def _log_poly_peak(tau: NDArray, y: NDArray, w: NDArray, degree: int,
                   amp_start: float) -> tuple[float, float, float] | None:
    """Fit ``a exp(c_1 tau + ... + c_d tau^d)`` to ``y`` (weights ``w`` = 1 / error): the Akaike
    criterion ``chi^2 + 2 k`` (``k`` parameters), the maximum's position in ``tau`` and its 1-sigma
    (fit covariance, scaled by the reduced chi^2 when above 1; delta method). None when the fit
    fails or the curve has no maximum inside the fitted points.
    """
    powers = np.vander(tau, degree + 1, increasing=True)[:, 1:]   # tau, tau^2, ...

    def residuals(p: NDArray) -> NDArray:
        # the exponent is clipped where a trial step runs away (e^50: far above any flux here)
        return (p[0] * np.exp(np.clip(powers @ p[1:], -50.0, 50.0)) - y) * w

    start = np.zeros(degree + 1)
    start[0], start[2] = max(amp_start, 1e-300), -0.05
    pos = y > 0
    if pos.sum() > degree + 1:
        # the log-polynomial by weighted linear least squares (log error ~ err / flux) as the start
        lw = y[pos] * w[pos]
        c, *_ = np.linalg.lstsq(np.vander(tau[pos], degree + 1, increasing=True) * lw[:, None],
                                np.log(y[pos]) * lw, rcond=None)
        if np.all(np.isfinite(c)) and abs(c[0]) < 700:
            start = np.concatenate([[math.exp(c[0])], c[1:]])
    try:
        fit = least_squares(residuals, start, x_scale="jac")
    except (ValueError, np.linalg.LinAlgError):  # pragma: no cover - defensive
        return None
    c = np.asarray(fit.x[1:], float)
    if not (fit.success and fit.x[0] > 0):
        return None
    j = np.arange(1, degree + 1)
    # the maximum: a root of the exponent's derivative inside the window with negative curvature
    roots = np.roots((j * c)[::-1]) if np.any(c[1:] != 0) else np.array([])
    roots = np.array([float(r.real) for r in np.atleast_1d(roots) if abs(complex(r).imag) < 1e-9])
    if roots.size:
        curv = np.array([np.sum(j[1:] * (j[1:] - 1) * c[1:] * r ** (j[1:] - 2)) for r in roots])
        roots = roots[(roots > tau[0]) & (roots < tau[-1]) & (curv < 0)]
    if roots.size == 0:
        return None
    r = float(roots[np.argmax([np.sum(c * r**j) for r in roots])])
    curv_r = float(np.sum(j[1:] * (j[1:] - 1) * c[1:] * r ** (j[1:] - 2)))
    chi2 = float(np.sum(fit.fun**2))
    chi2_red = chi2 / max(tau.size - fit.x.size, 1)
    try:
        cov = np.linalg.pinv(fit.jac.T @ fit.jac) * max(1.0, chi2_red)
        # the root of P'(r) = sum j c_j r^(j-1) moves by -(dP'/dc . dc) / P''(r)
        grad = -np.concatenate([[0.0], j * r ** (j - 1)]) / curv_r
        sigma = float(math.sqrt(max(float(grad @ cov @ grad), 0.0)))
    except np.linalg.LinAlgError:  # pragma: no cover - defensive
        sigma = math.nan
    return chi2 + 2.0 * fit.x.size, r, sigma
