@dataclass
class _Band:
    """Band pixels of one frame, kept for the second pass (float32 where precision allows)."""

    frame: int
    u_nm: np.ndarray        # streak-aligned wavelength of the pixel centre (float64)
    a_nm: np.ndarray        # trapezoid widths along the wavelength axis
    b_nm: np.ndarray
    off_px: np.ndarray      # cross offset from the middle curve
    disp: np.ndarray        # nm per px of arc: pixel area in (wavelength, offset) is disp * scale
    data: np.ndarray        # residual, ADU, scaled to the pixel's footprint
    var_sky: np.ndarray     # variance without the source's own shot noise, scaled
    var: np.ndarray         # variance from the data, scaled
    gain_adu: np.ndarray    # ADU^2 of variance per ADU of source signal (scaled), for the model variance
    bad: np.ndarray         # bool
    sat: np.ndarray         # bool
    off_sensor: np.ndarray  # bool
    across_px: float = 0.0  # streak length across the spectrum
    drift_nm: np.ndarray = field(default_factory=lambda: np.zeros(0))  # u shift per streak fraction (float32)
    level_adu: np.ndarray = field(default_factory=lambda: np.zeros(0))  # background level (ADU, unscaled); empty: unknown
    scale: float = 1.0      # image rows a field row stands for (data and variances are scaled by it)
    streak_n_px: np.ndarray = field(default_factory=lambda: np.zeros(0))  # signed streak across, per pixel (float32)
    light_bc: tuple[float, float] = (0.0, 0.0)  # light curve within the exposure, exp(b s + c s^2)
    prof_px: np.ndarray = field(default_factory=lambda: np.zeros(0))  # profile density at each pixel (per px)
    floor_fix: np.ndarray = field(default_factory=lambda: np.zeros(0))  # black-level correction added to data (scaled)
    twinkle: np.ndarray = field(default_factory=lambda: np.zeros(0))  # 1-sigma twinkle of star light (scaled); empty: none
    level_var: np.ndarray = field(default_factory=lambda: np.zeros(0))  # variance of the background level (scaled)
    pixel_id: np.ndarray = field(default_factory=lambda: np.zeros(0, np.int32))  # y * width + x of the image pixel


def _dense_curves(geometry: SpectralGeometry, p: np.ndarray, lam: np.ndarray, order: int):
    x, y = geometry.spectrum_pixel(p[:, 0:1], p[:, 1:2], lam[None, :], order)
    return x, y


def _frame_band(geometry: SpectralGeometry, p_start, p_mid, p_end, edges: np.ndarray, *, order: int,
                half_width_px: float, psf_sigma_px: float, lam_step_nm: float):
    """Band pixel coordinates of one exposure; None when no part of the curve exists.

    Returns image x, y (int), streak-aligned wavelength u, trapezoid widths,
    offsets and dispersion for every pixel of the band (on or off the sensor),
    the median streak angle to the dispersion (deg), streak length and its
    component across the spectrum (px), and a per-pixel flag for the part of
    the band near a point where the spectrum leaves the lens field (the light
    there is only partly recorded).
    """
    pad = 4.0 * lam_step_nm * 2
    lam = np.arange(edges[0] - pad, edges[-1] + pad + lam_step_nm, lam_step_nm)
    pts = np.array([p_start, p_mid, p_end], dtype=float)
    xs, ys = _dense_curves(geometry, pts, lam, order)
    ok = np.all(np.isfinite(xs) & np.isfinite(ys), axis=0)
    if np.count_nonzero(ok) < 4:
        return None
    # keep the longest contiguous finite stretch (the curve leaves the lens field at most at its ends)
    idx = np.flatnonzero(ok)
    breaks = np.flatnonzero(np.diff(idx) > 1)
    starts = np.concatenate([[0], breaks + 1])
    stops = np.concatenate([breaks + 1, [idx.size]])
    longest = np.argmax(stops - starts)
    sel = idx[starts[longest]:stops[longest]]
    lam_all = lam
    lam = lam[sel]
    cx, cy = xs[1, sel], ys[1, sel]
    mx, my = xs[2, sel] - xs[0, sel], ys[2, sel] - ys[0, sel]
    dxl = np.gradient(cx, lam)
    dyl = np.gradient(cy, lam)
    speed = np.hypot(dxl, dyl)  # px per nm
    tx, ty = dxl / speed, dyl / speed
    m_t = mx * tx + my * ty
    m_n = -mx * ty + my * tx
    hw_max = half_width_px + 0.5 * float(np.max(np.abs(m_n))) + 1.0
    r = int(np.ceil(hw_max))
    # paint squares around curve samples about one pixel apart; each pixel
    # remembers a nearby sample as the start of its projection on the curve
    arc = np.concatenate([[0.0], np.cumsum(np.hypot(np.diff(cx), np.diff(cy)))])
    keep = np.unique(np.searchsorted(arc, np.arange(0.0, arc[-1] + 1.0, 1.0)).clip(0, arc.size - 1))
    ix = np.rint(cx[keep]).astype(np.int64)
    iy = np.rint(cy[keep]).astype(np.int64)
    x_lo, y_lo = ix.min() - r, iy.min() - r
    box = np.full((iy.max() - y_lo + r + 1, ix.max() - x_lo + r + 1), -1, dtype=np.int64)
    for j, xi, yi in zip(keep, ix - x_lo, iy - y_lo):
        box[yi - r:yi + r + 1, xi - r:xi + r + 1] = j
    by, bx = np.nonzero(box >= 0)
    start = box[by, bx]
    px = (bx + x_lo).astype(float)
    py = (by + y_lo).astype(float)
    # Newton on the piecewise-linear curve: nearest point of the middle curve
    lp = lam[start]
    for _ in range(4):
        qx = np.interp(lp, lam, cx)
        qy = np.interp(lp, lam, cy)
        gx = np.interp(lp, lam, dxl)
        gy = np.interp(lp, lam, dyl)
        lp = np.clip(lp + ((px - qx) * gx + (py - qy) * gy) / (gx * gx + gy * gy), lam[0], lam[-1])
    qx, qy = np.interp(lp, lam, cx), np.interp(lp, lam, cy)
    t_x, t_y = np.interp(lp, lam, tx), np.interp(lp, lam, ty)
    off = (px - qx) * (-t_y) + (py - qy) * t_x
    disp = 1.0 / np.interp(lp, lam, speed)
    mt = np.interp(lp, lam, m_t)
    mn = np.interp(lp, lam, m_n)
    inside = (np.abs(off) <= half_width_px + 0.5 * np.abs(mn)) & (lp > lam[0]) & (lp < lam[-1])
    # shear towards the motion (module notes, step 3)
    shear = disp * mt * mn / (mn * mn + 12.0 * psf_sigma_px**2)
    u = lp - shear * off
    # gradient of u in the image: disp * T - shear * N, N = (-t_y, t_x)
    gux = disp * t_x + shear * t_y
    guy = disp * t_y - shear * t_x
    a = np.abs(gux)
    b = np.abs(guy)
    reach = 0.5 * (a + b)
    inside &= (u + reach > edges[0]) & (u - reach < edges[-1])
    ang = np.degrees(np.arctan2(np.abs(m_n), np.abs(m_t)))
    streak_len = np.hypot(m_t, m_n)
    angle = float(np.median(ang)) if np.any(streak_len > 0) else np.nan
    # Where the spectrum leaves the lens field (no light beyond: |w_t| >= 1 or outside the lens
    # model), the curve ends inside the wavelength range and its end sweeps along the spectrum
    # during the exposure. Wavelengths near the end are recorded for only part of the exposure,
    # and pixels near it hold light of wavelengths the band cannot follow: within the PSF reach
    # (3 sigma, plus the pixel and the exposure's streak) of the end, the band is incomplete.
    reach_px = 3.0 * psf_sigma_px + 1.0 + float(np.max(streak_len))
    cut_lo = np.interp(arc[0] + reach_px, arc, lam) if sel[0] > 0 else -np.inf
    cut_hi = np.interp(arc[-1] - reach_px, arc, lam) if sel[-1] < lam_all.size - 1 else np.inf
    incomplete = (lp < cut_lo) | (lp > cut_hi)
    # the part of the streak along the spectrum that the shear leaves in u: if the light's centroid
    # sits a fraction eps of the streak past the middle, every pixel's u is eps * drift too high
    drift = disp * mt * 12.0 * psf_sigma_px**2 / (mn * mn + 12.0 * psf_sigma_px**2)
    s = inside
    return (px[s].astype(np.int64), py[s].astype(np.int64), u[s], a[s], b[s], off[s], disp[s], angle,
            float(np.median(streak_len)), float(np.median(np.abs(m_n))), incomplete[s],
            drift[s].astype(np.float32), mn[s].astype(np.float32))


def _bin_fractions(u: np.ndarray, a: np.ndarray, b: np.ndarray, edges: np.ndarray):
    """Exact area fractions of each pixel's trapezoid in the grid bins.

    Returns (bin index array (N, K), fraction array (N, K)); indices outside the
    grid are clipped and carry zero fraction.
    """
    n_wl = edges.size - 1
    if u.size == 0:
        return np.zeros((0, 1), np.int64), np.zeros((0, 1))
    floor = 1e-3 * (a + b) + 1e-12
    a = np.maximum(a, floor)
    b = np.maximum(b, floor)
    reach = 0.5 * (a + b)
    first = np.searchsorted(edges, u - reach, side="right") - 1
    last = np.searchsorted(edges, u + reach, side="left") - 1
    k = int(np.max(last - first)) + 1
    j = first[:, None] + np.arange(k + 1)[None, :]
    e = edges[np.clip(j, 0, n_wl)]
    # beyond the grid: edges far enough out that the CDF is exactly 0 or 1 there
    far = (reach + 1.0)[:, None]
    e = np.where(j < 0, u[:, None] - far, np.where(j > n_wl, u[:, None] + far, e))
    cdf = _trapezoid_cdf(e - u[:, None], a[:, None], b[:, None])
    frac = np.diff(cdf, axis=1)
    jj = j[:, :-1]
    valid = (jj >= 0) & (jj < n_wl)
    frac = np.where(valid, frac, 0.0)
    return np.clip(jj, 0, n_wl - 1), frac


# --------------------------------------------------------------------------- extraction


def _track_index(track: Any, time_s: float, exposure_s: float) -> int | None:
    t = np.asarray(track.time_s, dtype=float)
    if t.size == 0:
        return None
    i = int(np.argmin(np.abs(t - time_s)))
    return i if abs(t[i] - time_s) <= 0.25 * exposure_s else None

## Task goal
Restate verbatim all lines from the start of the data through the line containing "curv = np.array([np.sum(j[1:]", with both ends kept.

## Output
def _log_poly_peak(tau: NDArray, y: NDArray, w: NDArray, degree: int,
                   amp_start: float) -> tuple[float, float, float] | None:
    """Fit ``a exp(c_1 tau + ... + c_d tau^d)`` to ``y`` (weights ``w`` = 1 / error): the Akaike
    criterion ``chi^2 + 2 k`` (``k`` parameters), the maximum's position in ``tau`` and its 1-sigma
    (fit covariance, scaled by the reduced chi^2 when above 1; delta method). None when the fit
    fails or the curve has no maximum inside the fitted points.
    """
    powers = np.vander(tau, degree + 1, increasing=True)[:, 1:]   # tau, tau^2, ...

    def residuals(p: NDArray) -> NDArray:
        # the exponent is clipped where a trial step runs away (e^50: far above any flux here)
        return (p[0] * np.exp(np.clip(powers @ p[1:], -50.0, 50.0)) - y) * w

    start = np.zeros(degree + 1)
    start[0], start[2] = max(amp_start, 1e-300), -0.05
    pos = y > 0
    if pos.sum() > degree + 1:
        # the log-polynomial by weighted linear least squares (log error ~ err / flux) as the start
        lw = y[pos] * w[pos]
        c, *_ = np.linalg.lstsq(np.vander(tau[pos], degree + 1, increasing=True) * lw[:, None],
                                np.log(y[pos]) * lw, rcond=None)
        if np.all(np.isfinite(c)) and abs(c[0]) < 700:
            start = np.concatenate([[math.exp(c[0])], c[1:]])
    try:
        fit = least_squares(residuals, start, x_scale="jac")
    except (ValueError, np.linalg.LinAlgError):  # pragma: no cover - defensive
        return None
    c = np.asarray(fit.x[1:], float)
    if not (fit.success and fit.x[0] > 0):
        return None
    j = np.arange(1, degree + 1)
    # the maximum: a root of the exponent's derivative inside the window with negative curvature
    roots = np.roots((j * c)[::-1]) if np.any(c[1:] != 0) else np.array([])
    roots = np.array([float(r.real) for r in np.atleast_1d(roots) if abs(complex(r).imag) < 1e-9])
    if roots.size:
        curv = np.array([np.sum(j[1:] * (j[1:] - 1) * c[1:] * r ** (j[1:] - 2)) for r in roots])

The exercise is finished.